### [EXERCISE]
Copy the whole listing verbatim.

### [DATASET]

____

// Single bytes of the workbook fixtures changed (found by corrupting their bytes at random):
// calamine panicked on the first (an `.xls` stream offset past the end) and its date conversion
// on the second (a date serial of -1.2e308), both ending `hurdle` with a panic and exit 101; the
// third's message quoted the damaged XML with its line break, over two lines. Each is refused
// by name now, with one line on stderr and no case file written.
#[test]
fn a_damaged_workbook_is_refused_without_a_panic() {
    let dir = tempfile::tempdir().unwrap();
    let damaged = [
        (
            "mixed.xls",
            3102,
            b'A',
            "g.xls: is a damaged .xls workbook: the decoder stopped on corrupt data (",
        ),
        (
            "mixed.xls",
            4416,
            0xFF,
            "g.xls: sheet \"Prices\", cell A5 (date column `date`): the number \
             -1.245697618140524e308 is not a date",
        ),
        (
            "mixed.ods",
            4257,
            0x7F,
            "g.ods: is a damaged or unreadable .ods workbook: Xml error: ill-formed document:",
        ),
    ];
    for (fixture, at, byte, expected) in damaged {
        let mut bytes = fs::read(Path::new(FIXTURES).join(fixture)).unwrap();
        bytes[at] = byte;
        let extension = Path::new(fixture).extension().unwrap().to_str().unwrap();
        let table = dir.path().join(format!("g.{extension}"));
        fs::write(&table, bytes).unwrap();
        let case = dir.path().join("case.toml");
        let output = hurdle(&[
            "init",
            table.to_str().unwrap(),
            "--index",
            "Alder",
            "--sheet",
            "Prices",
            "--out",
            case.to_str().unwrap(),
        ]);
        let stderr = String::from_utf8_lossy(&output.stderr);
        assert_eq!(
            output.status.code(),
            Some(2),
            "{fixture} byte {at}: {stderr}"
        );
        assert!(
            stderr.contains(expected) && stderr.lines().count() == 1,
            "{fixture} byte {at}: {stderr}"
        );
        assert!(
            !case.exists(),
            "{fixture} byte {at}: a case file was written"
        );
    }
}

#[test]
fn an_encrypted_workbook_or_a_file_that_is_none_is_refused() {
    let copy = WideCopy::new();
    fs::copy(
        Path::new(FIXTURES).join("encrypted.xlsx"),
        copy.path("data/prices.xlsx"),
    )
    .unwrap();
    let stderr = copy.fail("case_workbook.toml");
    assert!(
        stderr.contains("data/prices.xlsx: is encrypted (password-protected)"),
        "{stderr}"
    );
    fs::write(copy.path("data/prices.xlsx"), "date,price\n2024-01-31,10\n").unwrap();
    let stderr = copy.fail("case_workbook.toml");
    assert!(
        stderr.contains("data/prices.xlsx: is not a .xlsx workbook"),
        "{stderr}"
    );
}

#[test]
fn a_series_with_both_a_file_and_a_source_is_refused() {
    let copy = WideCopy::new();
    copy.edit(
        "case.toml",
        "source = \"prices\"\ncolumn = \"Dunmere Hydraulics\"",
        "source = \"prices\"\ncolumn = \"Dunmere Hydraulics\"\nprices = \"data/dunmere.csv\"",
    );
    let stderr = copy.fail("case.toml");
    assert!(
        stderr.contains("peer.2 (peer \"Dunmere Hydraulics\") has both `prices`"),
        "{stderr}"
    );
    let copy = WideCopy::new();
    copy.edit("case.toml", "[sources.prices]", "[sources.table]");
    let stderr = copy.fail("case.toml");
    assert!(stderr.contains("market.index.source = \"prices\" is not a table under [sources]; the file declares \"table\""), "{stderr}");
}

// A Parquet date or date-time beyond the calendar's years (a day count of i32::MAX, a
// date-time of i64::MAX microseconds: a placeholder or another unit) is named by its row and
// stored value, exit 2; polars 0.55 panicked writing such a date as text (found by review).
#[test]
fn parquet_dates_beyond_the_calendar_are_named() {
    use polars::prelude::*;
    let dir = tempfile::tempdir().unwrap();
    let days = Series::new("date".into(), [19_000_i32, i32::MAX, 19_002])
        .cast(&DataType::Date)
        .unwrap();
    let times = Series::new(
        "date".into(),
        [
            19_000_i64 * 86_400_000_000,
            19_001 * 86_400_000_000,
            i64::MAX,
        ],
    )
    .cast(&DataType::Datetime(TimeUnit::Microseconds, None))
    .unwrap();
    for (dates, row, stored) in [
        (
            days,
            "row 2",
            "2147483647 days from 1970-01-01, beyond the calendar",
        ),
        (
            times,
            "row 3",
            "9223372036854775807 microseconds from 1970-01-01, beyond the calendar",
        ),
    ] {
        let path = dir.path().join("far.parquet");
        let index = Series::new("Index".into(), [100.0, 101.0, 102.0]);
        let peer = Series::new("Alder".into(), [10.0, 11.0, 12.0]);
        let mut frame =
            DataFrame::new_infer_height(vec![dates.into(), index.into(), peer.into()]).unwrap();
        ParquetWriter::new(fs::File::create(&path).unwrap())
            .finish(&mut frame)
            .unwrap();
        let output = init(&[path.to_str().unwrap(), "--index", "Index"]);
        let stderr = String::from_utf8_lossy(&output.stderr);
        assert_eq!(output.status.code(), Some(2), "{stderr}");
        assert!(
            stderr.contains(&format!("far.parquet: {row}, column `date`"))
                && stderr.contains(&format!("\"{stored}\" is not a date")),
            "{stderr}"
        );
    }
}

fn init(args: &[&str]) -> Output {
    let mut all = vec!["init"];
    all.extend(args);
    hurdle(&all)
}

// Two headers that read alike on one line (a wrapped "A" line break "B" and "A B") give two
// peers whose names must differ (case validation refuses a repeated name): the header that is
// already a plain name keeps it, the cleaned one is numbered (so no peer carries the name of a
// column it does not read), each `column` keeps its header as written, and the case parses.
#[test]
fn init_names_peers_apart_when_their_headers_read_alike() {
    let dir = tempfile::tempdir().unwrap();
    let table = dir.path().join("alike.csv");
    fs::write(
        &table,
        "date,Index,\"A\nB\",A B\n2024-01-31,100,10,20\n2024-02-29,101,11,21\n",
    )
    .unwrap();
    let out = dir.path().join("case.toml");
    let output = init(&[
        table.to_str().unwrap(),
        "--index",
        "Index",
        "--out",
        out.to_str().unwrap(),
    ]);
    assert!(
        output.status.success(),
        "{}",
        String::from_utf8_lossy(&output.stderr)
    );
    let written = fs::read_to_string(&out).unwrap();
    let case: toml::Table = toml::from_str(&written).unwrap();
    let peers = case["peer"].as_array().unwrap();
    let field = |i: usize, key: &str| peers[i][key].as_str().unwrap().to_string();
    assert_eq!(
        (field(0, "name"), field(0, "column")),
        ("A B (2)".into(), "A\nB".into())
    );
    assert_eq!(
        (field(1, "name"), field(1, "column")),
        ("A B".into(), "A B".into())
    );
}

____

### [WRITTEN RESPONSE]
// Single bytes of the workbook fixtures changed (found by corrupting their bytes at random):
// calamine panicked on the first (an `.xls` stream offset past the end) and its date conversion
// on the second (a date serial of -1.2e308), both ending `hurdle` with a panic and exit 101; the
// third's message quoted the damaged XML with its line break, over two lines. Each is refused
// by name now, with one line on stderr and no case file written.
#[test]
fn a_damaged_workbook_is_refused_without_a_panic() {
    let dir = tempfile::tempdir().unwrap();
    let damaged = [
        (
            "mixed.xls",
            3102,
            b'A',
            "g.xls: is a damaged .xls workbook: the decoder stopped on corrupt data (",
        ),
        (
            "mixed.xls",
            4416,
            0xFF,
            "g.xls: sheet \"Prices\", cell A5 (date column `date`): the number \
             -1.245697618140524e308 is not a date",
        ),
        (
            "mixed.ods",
            4257,
            0x7F,
            "g.ods: is a damaged or unreadable .ods workbook: Xml error: ill-formed document:",
        ),
    ];
    for (fixture, at, byte, expected) in damaged {
        let mut bytes = fs::read(Path::new(FIXTURES).join(fixture)).unwrap();
        bytes[at] = byte;
        let extension = Path::new(fixture).extension().unwrap().to_str().unwrap();
        let table = dir.path().join(format!("g.{extension}"));
        fs::write(&table, bytes).unwrap();
        let case = dir.path().join("case.toml");
        let output = hurdle(&[
            "init",
            table.to_str().unwrap(),
            "--index",
            "Alder",
            "--sheet",
            "Prices",
            "--out",
            case.to_str().unwrap(),
        ]);
        let stderr = String::from_utf8_lossy(&output.stderr);
        assert_eq!(
            output.status.code(),
            Some(2),
            "{fixture} byte {at}: {stderr}"
        );
        assert!(
            stderr.contains(expected) && stderr.lines().count() == 1,
            "{fixture} byte {at}: {stderr}"
        );
        assert!(
            !case.exists(),
            "{fixture} byte {at}: a case file was written"
        );
    }
}

#[test]
fn an_encrypted_workbook_or_a_file_that_is_none_is_refused() {
    let copy = WideCopy::new();
    fs::copy(
        Path::new(FIXTURES).join("encrypted.xlsx"),
        copy.path("data/prices.xlsx"),
    )
    .unwrap();
    let stderr = copy.fail("case_workbook.toml");
    assert!(
        stderr.contains("data/prices.xlsx: is encrypted (password-protected)"),
        "{stderr}"
    );
    fs::write(copy.path("data/prices.xlsx"), "date,price\n2024-01-31,10\n").unwrap();
    let stderr = copy.fail("case_workbook.toml");
    assert!(
        stderr.contains("data/prices.xlsx: is not a .xlsx workbook"),
        "{stderr}"
    );
}

#[test]
fn a_series_with_both_a_file_and_a_source_is_refused() {
    let copy = WideCopy::new();
    copy.edit(
        "case.toml",
        "source = \"prices\"\ncolumn = \"Dunmere Hydraulics\"",
        "source = \"prices\"\ncolumn = \"Dunmere Hydraulics\"\nprices = \"data/dunmere.csv\"",
    );
    let stderr = copy.fail("case.toml");
    assert!(
        stderr.contains("peer.2 (peer \"Dunmere Hydraulics\") has both `prices`"),
        "{stderr}"
    );
    let copy = WideCopy::new();
    copy.edit("case.toml", "[sources.prices]", "[sources.table]");
    let stderr = copy.fail("case.toml");
    assert!(stderr.contains("market.index.source = \"prices\" is not a table under [sources]; the file declares \"table\""), "{stderr}");
}

// A Parquet date or date-time beyond the calendar's years (a day count of i32::MAX, a
// date-time of i64::MAX microseconds: a placeholder or another unit) is named by its row and
// stored value, exit 2; polars 0.55 panicked writing such a date as text (found by review).
#[test]
fn parquet_dates_beyond_the_calendar_are_named() {
    use polars::prelude::*;
    let dir = tempfile::tempdir().unwrap();
    let days = Series::new("date".into(), [19_000_i32, i32::MAX, 19_002])
        .cast(&DataType::Date)
        .unwrap();
    let times = Series::new(
        "date".into(),
        [
            19_000_i64 * 86_400_000_000,
            19_001 * 86_400_000_000,
            i64::MAX,
        ],
    )
    .cast(&DataType::Datetime(TimeUnit::Microseconds, None))
    .unwrap();
    for (dates, row, stored) in [
        (
            days,
            "row 2",
            "2147483647 days from 1970-01-01, beyond the calendar",
        ),
        (
            times,
            "row 3",
            "9223372036854775807 microseconds from 1970-01-01, beyond the calendar",
        ),
    ] {
        let path = dir.path().join("far.parquet");
        let index = Series::new("Index".into(), [100.0, 101.0, 102.0]);
        let peer = Series::new("Alder".into(), [10.0, 11.0, 12.0]);
        let mut frame =
            DataFrame::new_infer_height(vec![dates.into(), index.into(), peer.into()]).unwrap();
        ParquetWriter::new(fs::File::create(&path).unwrap())
            .finish(&mut frame)
            .unwrap();
        let output = init(&[path.to_str().unwrap(), "--index", "Index"]);
        let stderr = String::from_utf8_lossy(&output.stderr);
        assert_eq!(output.status.code(), Some(2), "{stderr}");
        assert!(
            stderr.contains(&format!("far.parquet: {row}, column `date`"))
                && stderr.contains(&format!("\"{stored}\" is not a date")),
            "{stderr}"
        );
    }
}

fn init(args: &[&str]) -> Output {
    let mut all = vec!["init"];
    all.extend(args);
    hurdle(&all)
}

// Two headers that read alike on one line (a wrapped "A" line break "B" and "A B") give two
// peers whose names must differ (case validation refuses a repeated name): the header that is
// already a plain name keeps it, the cleaned one is numbered (so no peer carries the name of a
// column it does not read), each `column` keeps its header as written, and the case parses.
#[test]
fn init_names_peers_apart_when_their_headers_read_alike() {
    let dir = tempfile::tempdir().unwrap();
    let table = dir.path().join("alike.csv");
    fs::write(
        &table,
        "date,Index,\"A\nB\",A B\n2024-01-31,100,10,20\n2024-02-29,101,11,21\n",
    )
    .unwrap();
    let out = dir.path().join("case.toml");
    let output = init(&[
        table.to_str().unwrap(),
        "--index",
        "Index",
        "--out",
        out.to_str().unwrap(),
    ]);
    assert!(
        output.status.success(),
        "{}",
        String::from_utf8_lossy(&output.stderr)
    );
    let written = fs::read_to_string(&out).unwrap();
    let case: toml::Table = toml::from_str(&written).unwrap();
    let peers = case["peer"].as_array().unwrap();
    let field = |i: usize, key: &str| peers[i][key].as_str().unwrap().to_string();
    assert_eq!(
        (field(0, "name"), field(0, "column")),
        ("A B (2)".into(), "A\nB".into())
    );
    assert_eq!(
        (field(1, "name"), field(1, "column")),
        ("A B".into(), "A B".into())
    );
}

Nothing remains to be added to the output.